Transportation Department Inspector General Calvin Scovel said investigators in recent months found violations at the airline in addition to the breaches last year that prompted a $10.2 million fine against the carrier. Southwest violated four different crucial safety requirements on eight occasions since December 2006, including five this year, Scovel said.... Southwest knowingly flew 46 jets that had not received required inspections for cracks in the fuselage. When the inspections were finally completed, mechanics found cracks on six of the jets. Similar cracks caused a fatal air disaster on a jet in 1988 in Hawaii.
If this were simply a story of an airline trying to cut corners, and in the process putting passengers at risk, it would be startling enough. But in this case, we're talking about federal inspectors who were pressured by their superiors to allow an airline to put passengers at risk.
Apparently, the Texas office of the Transportation Department was staffed with people sympathetic to Southwest, so when inspectors raised concerns about safety breaches, regional managers reportedly ignored the warnings.

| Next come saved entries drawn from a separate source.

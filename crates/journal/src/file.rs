//! The file: opened with every setting asked for and read back, or not at all.

use std::fs::File;
use std::path::{Path, PathBuf};
use std::time::Duration;

use rusqlite::config::DbConfig;
use rusqlite::types::Value;
use rusqlite::{Connection, ErrorCode, OpenFlags};

use crate::JournalError;

/// The name of the evidence file in the state folder.
pub const FILE_NAME: &str = "evidence.sqlite";
/// The form of the file that this version writes, in SQLite's `user_version`.
pub(crate) const FORM: i64 = 1;
/// A holder that has just been killed may need a moment to be gone.
const HELD_WAIT: Duration = Duration::from_millis(200);

const SCHEMA: &str = "BEGIN IMMEDIATE;
CREATE TABLE evidence (
    seq INTEGER PRIMARY KEY,
    term INTEGER NOT NULL,
    utc_us INTEGER NOT NULL,
    boot_ns INTEGER NOT NULL,
    kind INTEGER NOT NULL,
    version INTEGER NOT NULL,
    subject TEXT NOT NULL,
    cause TEXT NOT NULL,
    body BLOB NOT NULL,
    hash BLOB NOT NULL
) STRICT;
PRAGMA user_version = 1;
COMMIT;";

/// (setting, its value in SQL, what it must read back as). The locking mode comes before the
/// journal mode: only then is the WAL's index in our memory and not in a mapped file, whose loss
/// (a full disk, say) would end the process by a signal.
const SETTINGS: [(&str, &str, &str); 6] = [
    ("locking_mode", "EXCLUSIVE", "exclusive"),
    ("journal_mode", "WAL", "wal"),
    ("synchronous", "FULL", "2"),
    // An automatic checkpoint hides a failed sync from its caller; ours does not.
    ("wal_autocheckpoint", "0", "0"),
    ("mmap_size", "0", "0"),
    ("trusted_schema", "OFF", "0"),
];

/// An open evidence file.
#[derive(Debug)]
pub(crate) struct Evidence {
    pub(crate) db: Connection,
    pub(crate) path: PathBuf,
}

impl Evidence {
    /// To write: made if it is not there.
    pub(crate) fn open(dir: &Path) -> Result<Self, JournalError> {
        let flags = OpenFlags::SQLITE_OPEN_READ_WRITE
            | OpenFlags::SQLITE_OPEN_CREATE
            | OpenFlags::SQLITE_OPEN_NO_MUTEX;
        let mut evidence = Self::connect(dir.join(FILE_NAME), flags)?;
        evidence.settle()?;
        match evidence.form()? {
            0 => evidence.create()?,
            FORM => {}
            found => return Err(evidence.newer(found)),
        }
        // SQLite does not report a failed sync of the folder, so it is done once more by hand.
        File::open(dir)
            .and_then(|d| d.sync_all())
            .map_err(|source| evidence.io("syncing the state folder", source))?;
        Ok(evidence)
    }

    /// To read, while no daemon runs. Nothing in the file changes, nor is its WAL folded in.
    pub(crate) fn open_to_read(dir: &Path) -> Result<Self, JournalError> {
        let path = dir.join(FILE_NAME);
        if !path.exists() {
            return Err(JournalError::Missing { path });
        }
        let flags = OpenFlags::SQLITE_OPEN_READ_WRITE | OpenFlags::SQLITE_OPEN_NO_MUTEX;
        let mut evidence = Self::connect(path, flags)?;
        evidence.set("locking_mode", "EXCLUSIVE", "exclusive")?;
        evidence.set("query_only", "ON", "1")?;
        evidence.set("trusted_schema", "OFF", "0")?;
        evidence.set("mmap_size", "0", "0")?;
        let kept = evidence.db.set_db_config(DbConfig::SQLITE_DBCONFIG_NO_CKPT_ON_CLOSE, true);
        kept.map_err(|e| evidence.sql("keeping the WAL as it is", e))?;
        match evidence.form()? {
            FORM => Ok(evidence),
            0 => Err(JournalError::NotAJournal { path: evidence.path }),
            found => Err(evidence.newer(found)),
        }
    }

    fn connect(path: PathBuf, flags: OpenFlags) -> Result<Self, JournalError> {
        let db = match Connection::open_with_flags(&path, flags) {
            Ok(db) => db,
            Err(source) => return Err(JournalError::Sql { path, doing: "opening", source }),
        };
        let evidence = Self { db, path };
        let waits = evidence.db.busy_timeout(HELD_WAIT);
        waits.map_err(|e| evidence.sql("setting how long to wait for it", e))?;
        Ok(evidence)
    }

    fn settle(&mut self) -> Result<(), JournalError> {
        for (setting, value, wanted) in SETTINGS {
            self.set(setting, value, wanted)?;
        }
        Ok(())
    }

    /// Sets, then asks. A setting that answers nothing when asked is not in this build of SQLite,
    /// which counts as different.
    fn set(
        &mut self,
        setting: &'static str,
        value: &str,
        wanted: &str,
    ) -> Result<(), JournalError> {
        let ignore = |_: &rusqlite::Row<'_>| Ok(());
        let set = self.db.pragma_update_and_check(None, setting, Word(value), ignore);
        match set {
            // Some settings answer with a row and some do not.
            Ok(()) | Err(rusqlite::Error::QueryReturnedNoRows) => {}
            Err(e) => return Err(self.sql("setting it up", e)),
        }
        let found = self
            .db
            .pragma_query_value(None, setting, |row| row.get::<_, Value>(0))
            .map_err(|e| self.sql("reading a setting back", e))?;
        let found = match found {
            Value::Integer(n) => n.to_string(),
            Value::Text(t) => t,
            other => format!("{other:?}"),
        };
        if found.eq_ignore_ascii_case(wanted) {
            return Ok(());
        }
        let (path, wanted) = (self.path.clone(), wanted.to_owned());
        Err(JournalError::Setting { path, setting, wanted, found })
    }

    fn form(&self) -> Result<i64, JournalError> {
        let form = self.db.pragma_query_value(None, "user_version", |row| row.get(0));
        form.map_err(|e| self.sql("reading its form", e))
    }

    fn create(&mut self) -> Result<(), JournalError> {
        let tables: i64 = self
            .db
            .query_row("SELECT count(*) FROM sqlite_schema", [], |row| row.get(0))
            .map_err(|e| self.sql("looking for tables", e))?;
        if tables > 0 {
            return Err(JournalError::NotAJournal { path: self.path.clone() });
        }
        self.db.execute_batch(SCHEMA).map_err(|e| self.sql("making the table", e))
    }

    fn newer(&self, found: i64) -> JournalError {
        JournalError::Newer { path: self.path.clone(), found, known: FORM }
    }

    pub(crate) fn sql(&self, doing: &'static str, source: rusqlite::Error) -> JournalError {
        let path = self.path.clone();
        match source.sqlite_error_code() {
            Some(ErrorCode::DatabaseBusy | ErrorCode::DatabaseLocked) => {
                JournalError::Held { path }
            }
            _ => JournalError::Sql { path, doing, source },
        }
    }

    fn io(&self, doing: &'static str, source: std::io::Error) -> JournalError {
        JournalError::Io { path: self.path.clone(), doing, source }
    }

    /// Copies the WAL into the file. Anything short of all of it is an error.
    pub(crate) fn checkpoint(&mut self) -> Result<(), JournalError> {
        let (busy, of, copied): (i64, i64, i64) = self
            .db
            .query_row("PRAGMA wal_checkpoint(PASSIVE)", [], |row| {
                Ok((row.get(0)?, row.get(1)?, row.get(2)?))
            })
            .map_err(|e| self.sql("copying the WAL into it", e))?;
        if busy != 0 || of != copied {
            return Err(JournalError::Checkpoint { path: self.path.clone(), copied, of });
        }
        Ok(())
    }

    pub(crate) fn close(self) -> Result<(), JournalError> {
        let Self { db, path } = self;
        db.close().map_err(|(_, source)| JournalError::Sql { path, doing: "closing", source })
    }
}

/// A value of a setting as SQL text; they are all constants of ours.
struct Word<'a>(&'a str);

impl rusqlite::ToSql for Word<'_> {
    fn to_sql(&self) -> rusqlite::Result<rusqlite::types::ToSqlOutput<'_>> {
        Ok(match self.0.parse::<i64>() {
            Ok(n) => n.into(),
            Err(_) => self.0.into(),
        })
    }
}
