//! Error codes: those of JSON-RPC 2.0, and our own range.

use core::fmt;

use serde::{Deserialize, Serialize};

/// Why a request is refused.
#[derive(Clone, Copy, PartialEq, Eq, Debug)]
pub enum Code {
    ParseError = -32700,
    InvalidRequest = -32600,
    MethodNotFound = -32601,
    InvalidParams = -32602,
    InternalError = -32603,
    /// Nothing is done before `introduce`.
    NotIntroduced = -32001,
    UnknownPoint = -32002,
    NotDrivable = -32003,
    OutOfRange = -32004,
    /// The command's end is past.
    Expired = -32005,
    /// A higher term has spoken.
    OldTerm = -32006,
    LeaseTooShort = -32007,
    /// The equipment would not.
    Equipment = -32008,
    WrongVersion = -32009,
}

#[derive(Serialize, Deserialize, Clone, PartialEq, Eq, Debug)]
pub struct RpcError {
    pub code: i32,
    pub message: String,
}

impl RpcError {
    pub fn new(code: Code, message: impl Into<String>) -> Self {
        Self { code: code as i32, message: message.into() }
    }
}

impl fmt::Display for RpcError {
    fn fmt(&self, f: &mut fmt::Formatter<'_>) -> fmt::Result {
        write!(f, "{} ({})", self.message, self.code)
    }
}
impl std::error::Error for RpcError {}
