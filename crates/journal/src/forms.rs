//! The forms of the evidence file, and the numbered steps from each to the next.
//!
//! A step is one transaction that ends by writing the new number, so that a crash leaves one form or
//! the other. A step that has been released is never edited: a test holds its digest.

use rusqlite::Connection;

/// Step `n` (counted from 0) leads from form `n` to form `n + 1`; form 0 is an empty file.
pub(crate) const STEPS: [&str; 2] = [
    // One row a decision; each with the hash of the one before.
    "CREATE TABLE evidence (
    seq INTEGER PRIMARY KEY,
    term INTEGER NOT NULL,
    utc_us INTEGER NOT NULL,
    boot_ns INTEGER NOT NULL,
    kind INTEGER NOT NULL,
    version INTEGER NOT NULL,
    subject TEXT NOT NULL,
    cause TEXT NOT NULL,
    body BLOB NOT NULL,
    hash BLOB NOT NULL
) STRICT;",
    // Old rows in packs; what the engine was told, and minute readings, until they are sealed;
    // where the sealed segments are, and which days a legal hold keeps.
    "CREATE TABLE packs (
    first_seq INTEGER PRIMARY KEY,
    last_seq INTEGER NOT NULL,
    first_utc_us INTEGER NOT NULL,
    last_utc_us INTEGER NOT NULL,
    before BLOB NOT NULL,
    after BLOB NOT NULL,
    body BLOB NOT NULL
) STRICT;
CREATE TABLE inputs (
    no INTEGER PRIMARY KEY AUTOINCREMENT,
    day INTEGER NOT NULL,
    events BLOB NOT NULL,
    minutes BLOB NOT NULL
) STRICT;
CREATE TABLE segments (
    file TEXT PRIMARY KEY,
    day INTEGER NOT NULL,
    digest BLOB NOT NULL,
    sealed_seq INTEGER NOT NULL,
    deleted_seq INTEGER
) STRICT;
CREATE TABLE holds (
    seq INTEGER PRIMARY KEY,
    from_day INTEGER NOT NULL,
    to_day INTEGER NOT NULL,
    lifted_seq INTEGER
) STRICT;",
];

/// The form that this version writes, in SQLite's `user_version`.
pub(crate) const FORM: i64 = STEPS.len() as i64;
/// Packs and inputs are there from this form on.
pub(crate) const WITH_PACKS: i64 = 2;

/// Takes the file from `form` to [`FORM`], one transaction a step.
pub(crate) fn lift(db: &Connection, form: i64) -> rusqlite::Result<()> {
    let first = usize::try_from(form).unwrap_or(STEPS.len());
    for (no, step) in STEPS.iter().enumerate().skip(first) {
        db.execute_batch(&format!(
            "BEGIN EXCLUSIVE;\n{step}\nPRAGMA user_version = {};\nCOMMIT;",
            no + 1
        ))?;
    }
    Ok(())
}

#[cfg(test)]
mod tests {
    use super::*;

    #[test]
    fn released_steps_are_never_edited() {
        let digests = STEPS.map(|s| blake3::hash(s.as_bytes()).to_hex()[..16].to_owned());
        assert_eq!(digests, ["ddd7f6f24bb0c8b3", "344e52b84735e05c"]);
    }

    #[test]
    fn every_form_can_be_lifted_from_every_older_one() {
        for from in 0..FORM {
            let db = Connection::open_in_memory().unwrap();
            for (no, step) in STEPS.iter().enumerate().take(from as usize) {
                db.execute_batch(&format!("{step} PRAGMA user_version = {};", no + 1)).unwrap();
            }
            lift(&db, from).unwrap();
            let form: i64 = db.pragma_query_value(None, "user_version", |r| r.get(0)).unwrap();
            assert_eq!(form, FORM);
            db.execute_batch(
                "SELECT seq FROM evidence; SELECT no FROM inputs; SELECT body FROM packs",
            )
            .unwrap();
        }
    }
}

And as if negligence wasn't enough, Transportation Department officials apparently threatened inspectors who sought to protect public safety. Indeed, inspectors testified about "attempted revenge, orders to destroy incriminating documents and fears that a conspiracy may have extended to the FAA's Washington headquarters."
In one example, whistleblower Bobby Boutris told lawmakers about his experience after he found evidence of missed inspections. Boutris' Transportation Department supervisor ordered him not to enter negative findings against Southwest into the FAA's computer. Here's the punch-line: that supervisor has since been reassigned, but faced no disciplinary action. "What do you have to do to get fired there?"
Rep. Eddie Bernice Johnson (D-Texas) asked.
I've been wondering the same thing about the Bush administration for years.